バビロナアゲハ
「よいしょ…」僕は砂浜に腰を落として海を眺めた…ジュエラから一昼夜費やして一体どの位離れたのであろうか…?
カチャッ…「どうぞ…」自分の壺の中から持ってきた綺麗なティーセットでジーナさんは僕にお茶を入れてくれた…
温かいお茶を一口、口に含む…「美味しい…!」僕が笑ってそう言うと彼女も嬉しそうにニコッと笑った。
「さてと…」僕は辺りを見回した…
眼前に広がる海は穏やかな海…人間界の珊瑚礁そのままである…ハッキリとは分からないが今いるこの白い砂浜も砂では無くて珊瑚のカケラが堆積したものではないだろうか…?
そして海と反対側には生い茂った森が広がっている…ここから見る分にはあまり木漏れ日が射すようなジュエラのエメラルダの森みたいな感じでは無く、何処まで続いているのか分からないジャングルのようである…
「ジーナさん…ここの景色に見覚えはない?」「うーん…ちょっとここだけでは分からへんなぁ…」「そうか…そうだよね…」
僕は乗ってきたじゅうたんを触ってみた…グッショリと濡れている…取り敢えず近くの木に陰干しをするが乾くまでしばらくかかるだろうし、もう一度撥水スプレーをかけて乾くまでは更に時間が必要である。
僕がどうしようかと途方に暮れているとジャングルの方から一匹の蝶が飛んできた…
フワフワと舞うその黒と水色…オレンジ色の斑点が綺麗な蝶をふと見つけたジーナさんはとても驚いた表情を見せた…「あ…あ…」
「どうしたの?」「バビロナアゲハ…」「あの蝶の事?」「…はい!あのバビロナアゲハは私が幼い時、追いかけた綺麗な蝶…」「じ、じゃあ…」「間違いない!…このジャングルの向こう側はバビロナ王朝や!しかもウチらは東から来たさかい、大体の場所は予測出来るわ…」ジーナさんは飛び上がって喜んでいる…

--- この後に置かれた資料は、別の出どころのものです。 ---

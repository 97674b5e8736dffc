import { z } from 'zod';

/** Values on either side of a cue that told something, or courses one above the other. */
export const cuePicture = z.discriminatedUnion('kind', [
  z.strictObject({
    kind: z.literal('values'),
    /** What is measured, with its unit. */
    quantity: z.string(),
    sides: z.array(z.strictObject({ label: z.string(), values: z.array(z.number()) })),
  }),
  z.strictObject({
    kind: z.literal('courses'),
    rows: z.array(z.strictObject({ label: z.string(), marks: z.array(z.string()) })),
  }),
]);
export type CuePicture = z.output<typeof cuePicture>;

/** The cue audit as a report shows it. */
export const portrayedCueAudit = z.strictObject({
  /** What it comes to, in a sentence. */
  summary: z.string(),
  isFound: z.boolean(),
  found: z.array(z.strictObject({ words: z.string(), picture: cuePicture.nullable() })),
  /** A row for each cue; null where the question was not asked of it. */
  rows: z.array(
    z.strictObject({
      cue: z.string(),
      tells: z.string().nullable(),
      followed: z.string().nullable(),
      words: z.string(),
      isFound: z.boolean(),
    }),
  ),
});
export type PortrayedCueAudit = z.output<typeof portrayedCueAudit>;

良かった…取り敢えず一安心だ…と笑顔になった僕だったが、ジーナさんと一緒にジャングルに足を踏み入れた瞬間…
「グルルルルル……」「キーッ!キョッキョッキョッ!」「バサバサバサバサバサッ!」
「わーっ!ジーナさん!」沢山の動物の雄叫びや羽ばたきが聞こえて来てジーナさんの手を取ってすぐに海岸に引き返した…
ふと腕時計に目をやるともうすぐ約束の時間となるようだった…
僕はジーナさんにお願いして壺の中に預かってもらっていたものを取ってきてもらうことになった。